→ What to work on: Look through the data below. Collect every line where the word "mesh" occurs.

Dataset entries:
* * * * *

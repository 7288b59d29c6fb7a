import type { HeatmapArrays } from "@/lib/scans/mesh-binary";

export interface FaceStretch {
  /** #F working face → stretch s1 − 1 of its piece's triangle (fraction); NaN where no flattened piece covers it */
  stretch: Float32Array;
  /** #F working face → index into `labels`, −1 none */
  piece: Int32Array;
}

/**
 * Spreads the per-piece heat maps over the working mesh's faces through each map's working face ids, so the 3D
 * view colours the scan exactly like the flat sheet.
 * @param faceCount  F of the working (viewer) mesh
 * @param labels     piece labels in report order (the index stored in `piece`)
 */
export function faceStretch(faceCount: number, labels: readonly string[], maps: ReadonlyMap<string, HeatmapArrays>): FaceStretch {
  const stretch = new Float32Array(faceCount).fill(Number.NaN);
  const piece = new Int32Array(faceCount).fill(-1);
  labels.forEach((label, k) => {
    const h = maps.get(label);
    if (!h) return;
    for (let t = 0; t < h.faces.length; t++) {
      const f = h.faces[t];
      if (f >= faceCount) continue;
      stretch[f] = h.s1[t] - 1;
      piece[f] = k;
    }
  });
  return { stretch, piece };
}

* * * * *

→ Result for this exercise:
import type { HeatmapArrays } from "@/lib/scans/mesh-binary";
 * Spreads the per-piece heat maps over the working mesh's faces through each map's working face ids, so the 3D
 * @param faceCount  F of the working (viewer) mesh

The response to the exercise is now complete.